BEGIN DATA IN THIS EXERCISE

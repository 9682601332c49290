/** A finding as sentences: the verdict as a heading, the reasons as a paragraph with the numbers. */
import type { ClaimFinding, Finding, LimitFinding } from '../calculation/types';
import { attachUnit, convert, formatNumber, formatSignificant } from '../quantities';
import { outputSpec, type NamedMethod, type WordingOptions } from './answer';
import { britishEnglish, type Catalogue } from './catalogue';
import { joinPhrases, type Phrase } from './phrase';
import {
	percent,
	presentDifference,
	presentOutput,
	presentStated,
	printedDecimals,
	probability
} from './present';
import {
	differenceUnit,
	isTemperatureUnit,
	temperatureDifferenceOn,
	temperatureOn,
	type TemperatureScale
} from './temperature';

export interface WordedFinding {
	/** The verdict as a sentence. */
	heading: string;
	/** One paragraph. */
	reasons: Phrase;
}

/** A limit or an acceptance limit on the reader's scale, to `decimals` places or in full. */
function level(value: number, unit: string, scale: TemperatureScale, decimals?: number): string {
	const temperature = isTemperatureUnit(unit);
	const own = temperature ? temperatureOn(scale, value, unit) : value;
	const text = decimals === undefined ? formatSignificant(own, 6) : formatNumber(own, decimals);
	return attachUnit(text, temperature ? scale : unit);
}

function claim(
	finding: ClaimFinding,
	method: NamedMethod,
	scale: TemperatureScale,
	words: Catalogue
): WordedFinding {
	const spec = outputSpec(method, finding.output);
	const { stated, result } = finding;
	const statedText = presentStated(stated.value, stated.unit || result.unit);
	const computed = presentOutput(
		{ value: result.value, unit: result.unit, standardUncertainty: result.standardUncertainty },
		spec,
		scale
	);
	const difference = convertStated(stated.value, stated.unit || result.unit, result.unit) - result.value;
	const size = presentDifference(Math.abs(difference), result.unit, finding.differenceUncertainty, scale);
	const phrases: Phrase[] = [
		words.claim.statedAndComputed(statedText, spec.name, computed.estimate, computed.uncertainty)
	];
	if (/[1-9]/.test(size.value)) {
		phrases.push([words.claim.difference(size.value, difference > 0, size.uncertainty)]);
	} else {
		phrases.push([words.claim.noDifference]);
	}
	if (finding.verdict === 'not-comparable') {
		phrases.push([words.claim.differenceNoAgreement]);
	} else if (finding.normalisedError !== undefined) {
		phrases.push(words.claim.score('E_n', formatNumber(finding.normalisedError, 2)));
	} else if (finding.zetaScore !== undefined) {
		phrases.push(words.claim.score('zeta', formatNumber(finding.zetaScore, 2)));
	}
	phrases.push(...remarks(finding).map((reason): Phrase => [reason]));
	return { heading: words.claim[finding.verdict](statedText, spec.name), reasons: joinPhrases(phrases) };
}

/**
 * What the engine says beyond the figures, which are told above: a stop's own text stands among the cautions, and the
 * difference has been written on the reader's scale.
 */
function remarks(finding: ClaimFinding): string[] {
	return finding.verdict === 'not-comparable' ? [] : finding.reasons.slice(1);
}

function convertStated(value: number, from: string, to: string): number {
	return from === to ? value : convert(value, from, to);
}

function limit(
	finding: LimitFinding,
	method: NamedMethod,
	scale: TemperatureScale,
	words: Catalogue
): WordedFinding {
	const spec = outputSpec(method, finding.output);
	const { result } = finding;
	const unit = finding.limit.unit || result.unit;
	const limitText = `${words.limit.sense[finding.limit.sense]} ${presentStated(finding.limit.value, unit)}`;
	const computed = presentOutput(
		{ value: result.value, unit: result.unit, standardUncertainty: result.standardUncertainty },
		spec,
		scale
	);
	const phrases: Phrase[] = [
		words.limit.probability(
			computed.estimate,
			words.limit.sense[finding.limit.sense],
			presentStated(finding.limit.value, unit),
			probability(finding.probabilityOfConformity)
		)
	];
	if (finding.limit.source) phrases.push([words.limit.source(finding.limit.source.replace(/\.$/, ''))]);
	phrases.push([rule(finding, scale, words)], [riskSentence(finding, words)]);
	return { heading: words.limit[finding.verdict](spec.name, limitText), reasons: joinPhrases(phrases) };
}

function rule(finding: LimitFinding, scale: TemperatureScale, words: Catalogue): string {
	if (finding.rule.type === 'simple-acceptance') return words.limit.simpleAcceptance;
	const { unit, standardUncertainty } = finding.result;
	const temperature = isTemperatureUnit(unit);
	const onScale = (value: number) => (temperature ? temperatureDifferenceOn(scale, value, unit) : value);
	const decimals = printedDecimals(onScale(standardUncertainty));
	const band = onScale(finding.guardBand);
	const bandText = attachUnit(
		decimals === undefined ? formatSignificant(band, 3) : formatNumber(band, decimals),
		temperature ? differenceUnit(scale) : unit
	);
	const acceptance = `${words.limit.sense[finding.limit.sense]} ${level(finding.acceptanceLimit, unit, scale, decimals)}`;
	return words.limit.guardBand(percent(finding.rule.risk), bandText, acceptance);
}

function riskSentence(finding: LimitFinding, words: Catalogue): string {
	const risk = probability(finding.risk.probability);
	if (finding.verdict === 'undecided') {
		const { limit, result, probabilityOfConformity } = finding;
		const meetsLimit = limit.sense === 'at-most' ? result.value <= limit.value : result.value >= limit.value;
		return words.limit.undecidedRisk(
			meetsLimit,
			probability(1 - probabilityOfConformity),
			probability(probabilityOfConformity)
		);
	}
	return finding.risk.kind === 'consumer' ? words.limit.consumerRisk(risk) : words.limit.producerRisk(risk);
}

/** The verdict and its reasons. */
export function findingSentences(
	method: NamedMethod,
	finding: Finding,
	options: WordingOptions
): WordedFinding {
	const words = options.catalogue ?? britishEnglish;
	return finding.kind === 'claim'
		? claim(finding, method, options.scale, words)
		: limit(finding, method, options.scale, words);
}
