import { inArray, type Column, type SQL } from 'drizzle-orm';
import { NotFoundError } from './errors';
import type { Membership } from './membership';

/**
 * Condition that keeps a query within what the person may reach. Stands beside the condition on the organisation in
 * every query on something that belongs to a dossier.
 * @param dossierId column with the id of the dossier
 * @returns undefined, which adds nothing, for a member
 */
export function inReach(membership: Membership, dossierId: Column): SQL | undefined {
	return membership.onlyDossiers === null ? undefined : inArray(dossierId, [...membership.onlyDossiers]);
}

/** The same for one dossier whose id is at hand. @throws NotFoundError */
export function requireReach(membership: Membership, dossierId: string): void {
	if (membership.onlyDossiers !== null && !membership.onlyDossiers.includes(dossierId)) {
		throw new NotFoundError('dossier');
	}
}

END DATA IN THIS EXERCISE

All of the records above need to be copied exactly.

▶ **WRITTEN ANSWER**
repository 9682601332c49290
/** A finding as sentences: the verdict as a heading, the reasons as a paragraph with the numbers. */
import type { ClaimFinding, Finding, LimitFinding } from '../calculation/types';
import { attachUnit, convert, formatNumber, formatSignificant } from '../quantities';
import { outputSpec, type NamedMethod, type WordingOptions } from './answer';
import { britishEnglish, type Catalogue } from './catalogue';
import { joinPhrases, type Phrase } from './phrase';
import {
	percent,
	presentDifference,
	presentOutput,
	presentStated,
	printedDecimals,
	probability
} from './present';
import {
	differenceUnit,
	isTemperatureUnit,
	temperatureDifferenceOn,
	temperatureOn,
	type TemperatureScale
} from './temperature';

export interface WordedFinding {
	/** The verdict as a sentence. */
	heading: string;
	/** One paragraph. */
	reasons: Phrase;
}

/** A limit or an acceptance limit on the reader's scale, to `decimals` places or in full. */
function level(value: number, unit: string, scale: TemperatureScale, decimals?: number): string {
	const temperature = isTemperatureUnit(unit);
	const own = temperature ? temperatureOn(scale, value, unit) : value;
	const text = decimals === undefined ? formatSignificant(own, 6) : formatNumber(own, decimals);
	return attachUnit(text, temperature ? scale : unit);
}

function claim(
	finding: ClaimFinding,
	method: NamedMethod,
	scale: TemperatureScale,
	words: Catalogue
): WordedFinding {
	const spec = outputSpec(method, finding.output);
	const { stated, result } = finding;
	const statedText = presentStated(stated.value, stated.unit || result.unit);
	const computed = presentOutput(
		{ value: result.value, unit: result.unit, standardUncertainty: result.standardUncertainty },
		spec,
		scale
	);
	const difference = convertStated(stated.value, stated.unit || result.unit, result.unit) - result.value;
	const size = presentDifference(Math.abs(difference), result.unit, finding.differenceUncertainty, scale);
	const phrases: Phrase[] = [
		words.claim.statedAndComputed(statedText, spec.name, computed.estimate, computed.uncertainty)
	];
	if (/[1-9]/.test(size.value)) {
		phrases.push([words.claim.difference(size.value, difference > 0, size.uncertainty)]);
	} else {
		phrases.push([words.claim.noDifference]);
	}
	if (finding.verdict === 'not-comparable') {
		phrases.push([words.claim.differenceNoAgreement]);
	} else if (finding.normalisedError !== undefined) {
		phrases.push(words.claim.score('E_n', formatNumber(finding.normalisedError, 2)));
	} else if (finding.zetaScore !== undefined) {
		phrases.push(words.claim.score('zeta', formatNumber(finding.zetaScore, 2)));
	}
	phrases.push(...remarks(finding).map((reason): Phrase => [reason]));
	return { heading: words.claim[finding.verdict](statedText, spec.name), reasons: joinPhrases(phrases) };
}

/**
 * What the engine says beyond the figures, which are told above: a stop's own text stands among the cautions, and the
 * difference has been written on the reader's scale.
 */
function remarks(finding: ClaimFinding): string[] {
	return finding.verdict === 'not-comparable' ? [] : finding.reasons.slice(1);
}

function convertStated(value: number, from: string, to: string): number {
	return from === to ? value : convert(value, from, to);
}

function limit(
	finding: LimitFinding,
	method: NamedMethod,
	scale: TemperatureScale,
	words: Catalogue
): WordedFinding {
	const spec = outputSpec(method, finding.output);
	const { result } = finding;
	const unit = finding.limit.unit || result.unit;
	const limitText = `${words.limit.sense[finding.limit.sense]} ${presentStated(finding.limit.value, unit)}`;
	const computed = presentOutput(
		{ value: result.value, unit: result.unit, standardUncertainty: result.standardUncertainty },
		spec,
		scale
	);
	const phrases: Phrase[] = [
		words.limit.probability(
			computed.estimate,
			words.limit.sense[finding.limit.sense],
			presentStated(finding.limit.value, unit),
			probability(finding.probabilityOfConformity)
		)
	];
	if (finding.limit.source) phrases.push([words.limit.source(finding.limit.source.replace(/\.$/, ''))]);
	phrases.push([rule(finding, scale, words)], [riskSentence(finding, words)]);
	return { heading: words.limit[finding.verdict](spec.name, limitText), reasons: joinPhrases(phrases) };
}

function rule(finding: LimitFinding, scale: TemperatureScale, words: Catalogue): string {
	if (finding.rule.type === 'simple-acceptance') return words.limit.simpleAcceptance;
	const { unit, standardUncertainty } = finding.result;
	const temperature = isTemperatureUnit(unit);
	const onScale = (value: number) => (temperature ? temperatureDifferenceOn(scale, value, unit) : value);
	const decimals = printedDecimals(onScale(standardUncertainty));
	const band = onScale(finding.guardBand);
	const bandText = attachUnit(
		decimals === undefined ? formatSignificant(band, 3) : formatNumber(band, decimals),
		temperature ? differenceUnit(scale) : unit
	);
	const acceptance = `${words.limit.sense[finding.limit.sense]} ${level(finding.acceptanceLimit, unit, scale, decimals)}`;
	return words.limit.guardBand(percent(finding.rule.risk), bandText, acceptance);
}

function riskSentence(finding: LimitFinding, words: Catalogue): string {
	const risk = probability(finding.risk.probability);
	if (finding.verdict === 'undecided') {
		const { limit, result, probabilityOfConformity } = finding;
		const meetsLimit = limit.sense === 'at-most' ? result.value <= limit.value : result.value >= limit.value;
		return words.limit.undecidedRisk(
			meetsLimit,
			probability(1 - probabilityOfConformity),
			probability(probabilityOfConformity)
		);
	}
	return finding.risk.kind === 'consumer' ? words.limit.consumerRisk(risk) : words.limit.producerRisk(risk);
}

/** The verdict and its reasons. */
export function findingSentences(
	method: NamedMethod,
	finding: Finding,
	options: WordingOptions
): WordedFinding {
	const words = options.catalogue ?? britishEnglish;
	return finding.kind === 'claim'
		? claim(finding, method, options.scale, words)
		: limit(finding, method, options.scale, words);
}
import { inArray, type Column, type SQL } from 'drizzle-orm';
import { NotFoundError } from './errors';
import type { Membership } from './membership';

/**
 * Condition that keeps a query within what the person may reach. Stands beside the condition on the organisation in
 * every query on something that belongs to a dossier.
 * @param dossierId column with the id of the dossier
 * @returns undefined, which adds nothing, for a member
 */
export function inReach(membership: Membership, dossierId: Column): SQL | undefined {
	return membership.onlyDossiers === null ? undefined : inArray(dossierId, [...membership.onlyDossiers]);
}

/** The same for one dossier whose id is at hand. @throws NotFoundError */
export function requireReach(membership: Membership, dossierId: string): void {
	if (membership.onlyDossiers !== null && !membership.onlyDossiers.includes(dossierId)) {
		throw new NotFoundError('dossier');
	}
}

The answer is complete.